山に登っていると、たまに面白いことに出会う。
5ヶ月くらい前の話である。
低山で山中まで道路が入っている山に登っていた。
なぜか、パトカーのサイレンが聞こえてきた。
逃亡犯か何かが、山に逃げ込んで来ているんじゃないだろうなあ~、とふと思った。
尾根道を歩いていた。
鉄塔のある、開けた、見晴らしのよい尾根の先端に出た。
眺めを楽しんでいた。
向こうに市街が見える。
ふと、市街上空に赤い点が見えたと思うと、猛烈なスピードでこちらに向かってやってきた。
まっしぐらに、自分に向かって。
あっという間にやってきた。 ほんとにあっと言う間だ。
この写真では、赤いヘリコプターは小さく見えるが、かなり近づいてきた。
ライフルで撃たれるんじゃないかと思った。
おれは、犯人じゃないんだから、大丈夫と言い聞かせ、
平然としていたら、犯人と間違われないだろう、と思って、逃げずにヘリコプターを見ていた。

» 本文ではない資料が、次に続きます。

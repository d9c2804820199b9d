import { StaleNote } from "@/components/ui/stale-note";
import { clockText } from "@/lib/time/format";

/** What the figures are as of, what they leave out, and by which names a standard knows them. */
export function SeamFoot({
  waiting,
  noStandardHours,
  nowMs,
  timeZone,
}: {
  waiting: { marks: number; sinceMs: number | null };
  noStandardHours: string | null;
  nowMs: number;
  timeZone: string;
}) {
  return (
    <footer className="seam-foot">
      <div>
        {waiting.sinceMs === null ? (
          <p>
            Everything booked until {clockText(nowMs, timeZone)} is in; work that runs is not yet.
          </p>
        ) : (
          <StaleNote asOf={clockText(waiting.sinceMs, timeZone)}>
            What was booked since is being summed.
          </StaleNote>
        )}
        {noStandardHours && (
          <p>{noStandardHours} h without a standard are left out of efficiency and drawn dotted.</p>
        )}
      </div>
      <div>
        <p>
          On standard: within 5 %. Efficiency = earned ÷ actual, utilization = direct ÷ attended,
          productivity = earned ÷ attended; the last two are of all time booked.
        </p>
        <p>
          ISO 22400-2 calls utilization <i>worker efficiency</i> (actual personnel work time ÷
          actual personnel attendance time), pieces by time <i>throughput rate</i>, and has{" "}
          <i>rework ratio</i>, <i>scrap ratio</i> and <i>first pass yield</i> for counts.
        </p>
      </div>
    </footer>
  );
}
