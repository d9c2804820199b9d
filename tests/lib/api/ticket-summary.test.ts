import { expect, test } from "vitest";
import { ticketSummaryOf } from "@/lib/api/ticket-summary";
import { ticketSummary } from "@/lib/api/tickets";

test("ticketSummaryOf shows what the contract names and nothing else of the row", () => {
  const row = {
    seq: 7,
    id: "a row's own",
    number: "26048176",
    status: "open" as const,
    model: "Heron",
    options: ["Sunburst"],
    order: null,
    quantity: 4,
    dueOn: "2026-06-01",
    operation: "010",
    operationName: "Mill work",
    stage: "Mill",
    cell: "Mill",
    createdAt: new Date("2026-05-14T09:42:00Z"),
    finishedAt: null,
  };
  const summary = ticketSummaryOf(row);
  expect(summary).toMatchObject({
    ticket: "26048176",
    createdAt: "2026-05-14T09:42:00.000Z",
    finishedAt: null,
  });
  expect(ticketSummary.strict().parse(summary)).toEqual(summary);
  expect(ticketSummaryOf({ ...row, finishedAt: row.createdAt }).finishedAt).toBe(summary.createdAt);
});
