import type { ReactNode } from "react";
import { Trend } from "@/components/analytics/trend";
import { SeamGauge } from "@/components/seam/gauge";
import { hourWords, VerdictTag } from "@/components/seam/verdict-tag";
import { NumberCell } from "@/components/ui/table";
import type { SeamLine } from "@/lib/analytics/lines";
import { countOf, hoursOf, minutesEach, percentOf } from "@/lib/analytics/words";

interface LineProps {
  line: SeamLine;
  /** What it is of: a code and a name, or a name alone. */
  code?: string;
  name: ReactNode;
  spoken: string;
  scaleSeconds: number;
  isOpen?: boolean;
  isUnder?: boolean;
  opener?: ReactNode;
  isTrended?: boolean;
}

/** A line on the seam: earned left, actual right. What has no standard is a line of its own. */
export function LineRow(props: LineProps) {
  const { line, spoken, scaleSeconds, isOpen = false, isUnder = false } = props;
  const { pair, work } = line;
  if (!pair) return <BlankRow {...props} opener={props.opener} />;
  return (
    <>
      <tr data-open={isOpen ? "" : undefined} data-line={isUnder ? "" : undefined}>
        <Named {...props} />
        <NumberCell data-book="" data-label="pieces">
          {work.pieces > 0 && countOf(work.pieces)}
        </NumberCell>
        <NumberCell data-book="" data-label="std min">
          {minutesEach(pair.standardSeconds ?? 0, work.pieces)}
        </NumberCell>
        <NumberCell data-book="" data-standard="" data-label="earned">
          {hoursOf(work.earnedSeconds)}
        </NumberCell>
        <td data-gauge="">
          <SeamGauge
            {...pair}
            flush
            size="cell"
            scaleSeconds={scaleSeconds}
            words={hourWords}
            name={spoken}
          />
        </td>
        <NumberCell data-day="" data-actual="" data-label="actual">
          {hoursOf(pair.actualSeconds)}
        </NumberCell>
        <td data-day="">
          <VerdictTag pair={pair} finished words={hourWords} />
        </td>
        <NumberCell data-day="" data-label="efficiency">
          <b>{percentOf(line.efficiency)}</b>
        </NumberCell>
        <td data-day="">{props.isTrended && <Trend values={line.trend} />}</td>
        <td data-day="">{props.opener}</td>
      </tr>
      {work.noStandardSeconds > 0 && <BlankRow {...props} opener={null} />}
    </>
  );
}

function Named({ code, name }: Pick<LineProps, "code" | "name">) {
  return (
    <>
      <td data-book="" className="code text-ink-2">
        {code}
      </td>
      <td data-book="" className="desk-cut">
        {name}
      </td>
    </>
  );
}

/** Time without a standard: a dotted empty leaf, left out of efficiency, and said. */
function BlankRow({ line, spoken, scaleSeconds, isUnder = false, ...props }: LineProps) {
  const { work, pair } = line;
  const blank = { standardSeconds: null, actualSeconds: work.noStandardSeconds };
  return (
    <tr data-line={isUnder ? "" : undefined}>
      <Named {...props} />
      <NumberCell data-book="" data-label="pieces">
        {!pair && work.pieces > 0 && countOf(work.pieces)}
      </NumberCell>
      <NumberCell data-book="" data-label="std min" className="text-ink-2">
        none
      </NumberCell>
      <NumberCell data-book="" />
      <td data-gauge="">
        <SeamGauge
          {...blank}
          flush
          size="cell"
          scaleSeconds={scaleSeconds}
          words={hourWords}
          name={spoken}
        />
      </td>
      <NumberCell data-day="" data-actual="" data-label="actual">
        {hoursOf(work.noStandardSeconds)}
      </NumberCell>
      <td data-day="">
        <VerdictTag pair={blank} finished words={hourWords} />
      </td>
      <NumberCell data-day="" className="text-ink-2">
        left out
      </NumberCell>
      <td data-day="" />
      <td data-day="">{props.opener}</td>
    </tr>
  );
}
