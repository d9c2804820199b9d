import { NumberCell } from "@/components/ui/table";
import type { SeamSegment } from "@/lib/analytics/facts";
import { clockText, dayText, hoursAndMinutes } from "@/lib/time/format";
import { localDate } from "@/lib/time/site-day";

/** One stretch of time on a ticket operation: when, where and what. Whose it was is not said here. */
export function SegmentRow({ segment, timeZone }: { segment: SeamSegment; timeZone: string }) {
  const { startMs, endMs, activity, seconds, cell } = segment;
  const end = endMs === null ? "now" : clockText(endMs, timeZone);
  return (
    <tr data-line="" className="text-t-2">
      <td data-book="" colSpan={5} />
      <td data-gauge="" />
      <NumberCell data-day="" data-actual="" data-label="time">
        {seconds === null ? "runs" : hoursAndMinutes(seconds)}
      </NumberCell>
      <td data-day="" colSpan={4}>
        {dayText(localDate(startMs, timeZone), "en-GB")}, {clockText(startMs, timeZone)} to {end}
        <span className="text-ink-2">
          , {activity} in {cell ?? "no cell"}
        </span>
      </td>
    </tr>
  );
}
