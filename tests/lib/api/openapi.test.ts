import { describe, expect, test } from "vitest";
import { openApi } from "@/lib/api/openapi";
import { apiRoutes } from "@/lib/api/routes";

interface Operation {
  operationId: string;
  description?: string;
  parameters: { name: string; in: string; required: boolean; schema: object }[];
  requestBody?: { content: Record<string, { schema: Record<string, unknown> }> };
  responses: Record<string, { content?: Record<string, { schema: { $ref: string } }> }>;
}

// safe because the tests below fail where the document is of another shape
const document = openApi() as {
  openapi: string;
  paths: Record<string, Record<string, Operation>>;
  components: { schemas: Record<string, { properties?: Record<string, unknown> }> };
};
const operations = Object.values(document.paths).flatMap((path) => Object.values(path));

/** Every `$ref` anywhere in a value. */
function refsIn(value: unknown): string[] {
  if (typeof value !== "object" || value === null) return [];
  return Object.entries(value).flatMap(([key, inner]) =>
    key === "$ref" && typeof inner === "string" ? [inner] : refsIn(inner),
  );
}

describe("openApi", () => {
  test("describes every route once, each with a name of its own", () => {
    expect(document.openapi).toBe("3.1.0");
    const names = operations.map(({ operationId }) => operationId);
    expect(names.toSorted()).toEqual(apiRoutes.map(({ name }) => name).toSorted());
    expect(new Set(names).size).toBe(names.length);
  });
  test("is JSON whose references all lead somewhere", () => {
    expect(JSON.parse(JSON.stringify(document))).toEqual(document);
    const refs = new Set(refsIn(document));
    expect(refs.size).toBeGreaterThan(5);
    for (const ref of refs) {
      expect(document.components.schemas).toHaveProperty([
        ref.replace("#/components/schemas/", ""),
      ]);
    }
    expect(JSON.stringify(document)).not.toContain("$defs");
  });
  test("says of a list what it takes and who may ask", () => {
    const list = document.paths["/api/v1/tickets"]!.get!;
    expect(list.parameters.map(({ name }) => name)).toEqual([
      "status",
      "cell",
      "model",
      "cursor",
      "limit",
    ]);
    expect(list.parameters.every(({ required }) => !required)).toBe(true);
    expect(list.description).toBe("Keys that may: planner, lead.");
    expect(Object.keys(list.responses)).toEqual(["200", "401", "403", "422", "500"]);
  });
  test("says of a calculator what its body must be", () => {
    const split = document.paths["/api/v1/calculate/split"]!.post!;
    const body = split.requestBody!.content["application/json"]!.schema;
    expect(body).toMatchObject({ required: ["seconds", "weights"], additionalProperties: false });
    expect(Object.keys(split.responses)).toEqual(["200", "400", "401", "403", "413", "422", "500"]);
  });
  test("shows the kinds of events that a batch may hold", () => {
    const body = document.paths["/api/kiosk/events"]!.post!.requestBody!;
    const schema = JSON.stringify(body.content["application/json"]!.schema);
    expect(schema).toContain('"shift-start"');
    expect(schema).toContain('"hand-over"');
  });
  test("names what varies in a path", () => {
    expect(document.paths["/api/v1/tickets/{code}"]!.get!.parameters).toEqual([
      { name: "code", in: "path", required: true, schema: { type: "string" } },
    ]);
  });
  test("answers 304 empty, and 503 of the health check in its usual form", () => {
    expect(document.paths["/api/kiosk/cell"]!.get!.responses[304]).not.toHaveProperty("content");
    const unable = document.paths["/api/health"]!.get!.responses[503]!;
    expect(unable.content).toHaveProperty(["application/json"]);
  });
  test("a client must live with fields that come later", () => {
    expect(document.components.schemas.TicketPage).not.toHaveProperty("additionalProperties");
  });
});
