import Link from "next/link";
import { Icon } from "@/components/ui/icon";

/** Opens a line under itself, or closes it; what is open stands in the address. */
export function LineOpener({
  href,
  isOpen,
  label,
}: {
  href: string;
  isOpen: boolean;
  label: string;
}) {
  return (
    <Link
      href={href}
      scroll={false}
      className="desk-opener"
      aria-expanded={isOpen}
      aria-label={label}
    >
      <Icon name={isOpen ? "up" : "down"} />
    </Link>
  );
}
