import Link from "next/link";
import { Fragment } from "react";
import { SaveLink } from "@/components/analytics/filter-sentence";
import { LineRow } from "@/components/analytics/line-row";
import { LineOpener } from "@/components/analytics/opener";
import { SegmentRow } from "@/components/analytics/segment-row";
import { TicketLink } from "@/components/tickets/ticket-link";
import { type Opening, openings, type SeamFilter, seamAddress } from "@/lib/analytics/filter";
import { loupeOf, type Opened } from "@/lib/analytics/opened";
import { seamScale } from "@/lib/seam/scale";
import { dayText } from "@/lib/time/format";

const words: Record<Opening, string> = {
  model: "by model",
  options: "by option",
  week: "by week",
  ticket: "by ticket",
};
const without: Record<Opening, string> = {
  model: "a ticket that nobody knows",
  options: "no options",
  week: "",
  ticket: "",
};

interface OpenedProps {
  opened: Opened;
  filter: SeamFilter;
  columns: number;
  scaleSeconds: number;
  timeZone: string;
}

/** What is behind an operation's line, under a loupe whose factor is printed. */
export function OpenedRows({ opened, filter, columns, scaleSeconds, timeZone }: OpenedProps) {
  const { lines, segments } = opened;
  const own = seamScale(lines.flatMap(({ pair }) => pair ?? []));
  const loupe = loupeOf(scaleSeconds, own);
  return (
    <>
      <tr data-line="">
        <td colSpan={columns} className="seam-tabs">
          <div>
            <nav aria-label="Opened by">
              {openings.map((by) => (
                <Link
                  key={by}
                  href={seamAddress("/analytics/seam", filter, { by, ticket: "" })}
                  scroll={false}
                  aria-current={by === filter.by ? "true" : undefined}
                >
                  {words[by]}
                </Link>
              ))}
            </nav>
            <p>
              <span className="text-ink-2">{loupe > 1 ? `loupe: scale ×${loupe}` : ""}</span>
              <SaveLink path="/analytics/seam/csv" filter={{ ...filter, ticket: "", over: "" }} />
            </p>
          </div>
        </td>
      </tr>
      {lines.map((line) => {
        const isOpen = filter.by === "ticket" && line.key === filter.ticket;
        return (
          <Fragment key={line.key}>
            <LineRow
              line={line}
              isUnder
              name={nameOf(line.key, filter.by)}
              spoken={line.key || without[filter.by]}
              scaleSeconds={scaleSeconds / loupe}
              opener={
                filter.by === "ticket" && <TicketOpener {...{ filter, isOpen }} ticket={line.key} />
              }
            />
            {isOpen &&
              segments.map((segment) => (
                <SegmentRow
                  key={`${segment.startMs} ${segment.activity} ${segment.cell}`}
                  segment={segment}
                  timeZone={timeZone}
                />
              ))}
          </Fragment>
        );
      })}
    </>
  );
}

function TicketOpener(props: { filter: SeamFilter; isOpen: boolean; ticket: string }) {
  const { filter, isOpen, ticket } = props;
  const href = seamAddress("/analytics/seam", filter, { ticket: isOpen ? "" : ticket });
  return <LineOpener href={href} isOpen={isOpen} label={`Time on ${ticket}`} />;
}

function nameOf(key: string, by: Opening) {
  if (by === "ticket") return <TicketLink number={key} links />;
  if (by === "week") return `from ${dayText(key, "en-GB")}`;
  return key || without[by];
}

拡声器か何かで、呼びかけてほしいなと思っていたが、ヘリコプターは無言ですぐ上空をずっと旋回していて、離れない。
さすがに、心配になってきて、林の中にゆっくりと入っていった。
それでも、木々の上を、ヘリコプターがついてくる。
木越しに自分が見えるのだろう。
どんどんどんどん足早に歩いていくと、さすがにヘリコプターは、追って来なくなった。
一安心すると、今度は、逃げ込んできた殺人犯にでも、出くわすんじゃないかと、心配になってきた。
そうなると、ヤバイ。 まあ、出会い頭でなければ、逃げれ切れると思うが。
警戒しながら、下山していると、トランシーバーで緊迫した声で話しているおっさんが二人で登ってきた。
ほっとしていると、「男性が一人遭難したようなんですが、見かけませんでしたか」、と聞かれた。
そういうことですか。
それにしても、こんな低山で遭難する人がいますか~。
そして救助にヘリコプターがかけつけますか~。
それにしても、あの何とも言えない不安感は、いい経験になった。
そして、ヘリコプターのあの機動性は凄い。
尾根の上とは言え、山の中の自分をあっという間に見つけた。
戦争なら、瞬殺だ。 ヘリコプター恐るべし。